WHAT YOU SHOULD DO >>
Each entry needs to be given again, character for character.

*** SUPPLIED RECORDS

"""Turns filled with onsets one after the other, each as far as it goes: how many a tune takes."""

import math
from bisect import bisect_right
from collections.abc import Sequence
from dataclasses import dataclass


@dataclass(frozen=True, slots=True, kw_only=True)
class Filled:
    """Turns filled one after the other.

    Attributes:
        turn_count: How many; 0 for no onsets. No fewer hold them.
        longest_s: From the beginning of a turn to its last onset, the most of all turns.
        next_s: How long a turn would have to be for one of them to take another onset; infinite where
            none is left to take.
    """

    turn_count: int
    longest_s: float
    next_s: float


def turns_filled(onset_s: Sequence[float], from_s: float, turn_s: float) -> Filled:
    """Onsets put on turns: the first turn begins at from_s, each other with the first onset left.

    Args:
        onset_s: Rising, none before from_s.
        from_s: Where the first turn begins.
        turn_s: From a turn's beginning to the last moment on it; the first onset must lie within.

    Raises:
        ValueError: The first onset lies past the first turn.
    """
    if onset_s and onset_s[0] - from_s > turn_s:
        raise ValueError(f"a turn of {turn_s:g} s from {from_s:g} s on does not reach the onset at {onset_s[0]:g} s")
    begin_s, after, turn_count, longest_s, next_s = from_s, 0, 0, 0.0, math.inf
    while after < len(onset_s):
        after = bisect_right(onset_s, turn_s, lo=after, key=lambda moment_s: moment_s - begin_s)
        turn_count, longest_s = turn_count + 1, max(longest_s, onset_s[after - 1] - begin_s)
        if after < len(onset_s):
            next_s, begin_s = min(next_s, onset_s[after] - begin_s), onset_s[after]
    return Filled(turn_count=turn_count, longest_s=longest_s, next_s=next_s)


def least_turn_s(onset_s: Sequence[float], from_s: float, turn_count: int) -> float:
    """The least time that, given to every turn, holds these onsets on so many; 0.0 for no onsets.

    Exact: the time between a beginning and an onset. Halving the distance between a time that is too
    short and one that is enough, each step moves to the next time at which anything changes.

    Args:
        onset_s: Rising, none before from_s.
        from_s: Where the first turn begins.
        turn_count: At least 1.
    """
    if not onset_s:
        return 0.0
    short_s, enough_s = onset_s[0] - from_s, onset_s[-1] - from_s
    while short_s < enough_s:
        filled = turns_filled(onset_s, from_s, (short_s + enough_s) / 2)
        if filled.turn_count <= turn_count:
            enough_s = filled.longest_s
        else:
            short_s = filled.next_s
    return enough_s
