"""Single-stroke letters, as an engraving laser or a scribing tool draws them.

The letters are A. V. Hershey's simplex Roman, public domain, through the library Hershey-Fonts.
"""

from collections.abc import Iterable
from functools import cache, lru_cache
from itertools import accumulate, pairwise

import numpy as np
from HersheyFonts import HersheyFonts

from layout.mechanics.arrays import FloatArray, frozen_floats

TEXTS_KEPT = 512  # texts; those of a few drawings, so that each is read from the font once for all its heights
_FACE = "futural"  # the library's name for simplex Roman


@cache
def _font() -> HersheyFonts:
    return HersheyFonts(load_default_font=_FACE)


def strokes_mm(text: str, letter_height_mm: float) -> tuple[FloatArray, ...]:
    """The strokes of a line of text, its base line at y = 0, centred on x = 0, reading towards +x.

    Args:
        text: Printable ASCII; what the font lacks is left out.
        letter_height_mm: Height of capitals.

    Returns:
        Open strokes, each (k, 2) with k of 2 or more; none for blanks.
    """
    points, counts = _written(text)
    if not len(points):
        return ()
    options = _font().render_options
    points_mm = points * (letter_height_mm / (float(options.base_line) - float(options.cap_line)))
    middle_mm = (float(points_mm[:, 0].min()) + float(points_mm[:, 0].max())) / 2
    return parted(points_mm - np.array([middle_mm, 0.0]), counts)


def parted(points: FloatArray, counts: Iterable[int]) -> tuple[FloatArray, ...]:
    """Strokes out of the points of all of them, shape (n, 2), by how many points each has."""
    frozen = frozen_floats(points)
    return tuple(frozen[begin:end] for begin, end in pairwise(accumulate(counts, initial=0)))


@lru_cache(maxsize=TEXTS_KEPT)
def _written(text: str) -> tuple[FloatArray, tuple[int, ...]]:
    """The points of all strokes of a text, shape (n, 2), in the font's own units, and how many each stroke has."""
    base = float(_font().render_options.base_line)
    strokes = list(_font().strokes_for_text(text))
    # The font's y runs down from its own middle.
    points = np.array([(x, base - y) for stroke in strokes for x, y in stroke], dtype=np.float64).reshape(-1, 2)
    return frozen_floats(points), tuple(map(len, strokes))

******

REPLY TO THE TASK >>
"""Turns filled with onsets one after the other, each as far as it goes: how many a tune takes."""

import math
from bisect import bisect_right
from collections.abc import Sequence
from dataclasses import dataclass


@dataclass(frozen=True, slots=True, kw_only=True)
class Filled:
    """Turns filled one after the other.

    Attributes:
        turn_count: How many; 0 for no onsets. No fewer hold them.
        longest_s: From the beginning of a turn to its last onset, the most of all turns.
        next_s: How long a turn would have to be for one of them to take another onset; infinite where
            none is left to take.
    """

    turn_count: int
    longest_s: float
    next_s: float


def turns_filled(onset_s: Sequence[float], from_s: float, turn_s: float) -> Filled:
    """Onsets put on turns: the first turn begins at from_s, each other with the first onset left.

    Args:
        onset_s: Rising, none before from_s.
        from_s: Where the first turn begins.
        turn_s: From a turn's beginning to the last moment on it; the first onset must lie within.

    Raises:
        ValueError: The first onset lies past the first turn.
    """
    if onset_s and onset_s[0] - from_s > turn_s:
        raise ValueError(f"a turn of {turn_s:g} s from {from_s:g} s on does not reach the onset at {onset_s[0]:g} s")
    begin_s, after, turn_count, longest_s, next_s = from_s, 0, 0, 0.0, math.inf
    while after < len(onset_s):
        after = bisect_right(onset_s, turn_s, lo=after, key=lambda moment_s: moment_s - begin_s)
        turn_count, longest_s = turn_count + 1, max(longest_s, onset_s[after - 1] - begin_s)
        if after < len(onset_s):
            next_s, begin_s = min(next_s, onset_s[after] - begin_s), onset_s[after]
    return Filled(turn_count=turn_count, longest_s=longest_s, next_s=next_s)


def least_turn_s(onset_s: Sequence[float], from_s: float, turn_count: int) -> float:
    """The least time that, given to every turn, holds these onsets on so many; 0.0 for no onsets.

    Exact: the time between a beginning and an onset. Halving the distance between a time that is too
    short and one that is enough, each step moves to the next time at which anything changes.

    Args:
        onset_s: Rising, none before from_s.
        from_s: Where the first turn begins.
        turn_count: At least 1.
    """
    if not onset_s:
        return 0.0
    short_s, enough_s = onset_s[0] - from_s, onset_s[-1] - from_s
    while short_s < enough_s:
        filled = turns_filled(onset_s, from_s, (short_s + enough_s) / 2)
        if filled.turn_count <= turn_count:
            enough_s = filled.longest_s
        else:
            short_s = filled.next_s
    return enough_s
"""Single-stroke letters, as an engraving laser or a scribing tool draws them.

The letters are A. V. Hershey's simplex Roman, public domain, through the library Hershey-Fonts.
"""

from collections.abc import Iterable
from functools import cache, lru_cache
from itertools import accumulate, pairwise

import numpy as np
from HersheyFonts import HersheyFonts

from layout.mechanics.arrays import FloatArray, frozen_floats

TEXTS_KEPT = 512  # texts; those of a few drawings, so that each is read from the font once for all its heights
_FACE = "futural"  # the library's name for simplex Roman


@cache
def _font() -> HersheyFonts:
    return HersheyFonts(load_default_font=_FACE)


def strokes_mm(text: str, letter_height_mm: float) -> tuple[FloatArray, ...]:
    """The strokes of a line of text, its base line at y = 0, centred on x = 0, reading towards +x.

    Args:
        text: Printable ASCII; what the font lacks is left out.
        letter_height_mm: Height of capitals.

    Returns:
        Open strokes, each (k, 2) with k of 2 or more; none for blanks.
    """
    points, counts = _written(text)
    if not len(points):
        return ()
    options = _font().render_options
    points_mm = points * (letter_height_mm / (float(options.base_line) - float(options.cap_line)))
    middle_mm = (float(points_mm[:, 0].min()) + float(points_mm[:, 0].max())) / 2
    return parted(points_mm - np.array([middle_mm, 0.0]), counts)


def parted(points: FloatArray, counts: Iterable[int]) -> tuple[FloatArray, ...]:
    """Strokes out of the points of all of them, shape (n, 2), by how many points each has."""
    frozen = frozen_floats(points)
    return tuple(frozen[begin:end] for begin, end in pairwise(accumulate(counts, initial=0)))


@lru_cache(maxsize=TEXTS_KEPT)
def _written(text: str) -> tuple[FloatArray, tuple[int, ...]]:
    """The points of all strokes of a text, shape (n, 2), in the font's own units, and how many each stroke has."""
    base = float(_font().render_options.base_line)
    strokes = list(_font().strokes_for_text(text))
    # The font's y runs down from its own middle.
    points = np.array([(x, base - y) for stroke in strokes for x, y in stroke], dtype=np.float64).reshape(-1, 2)
    return frozen_floats(points), tuple(map(len, strokes))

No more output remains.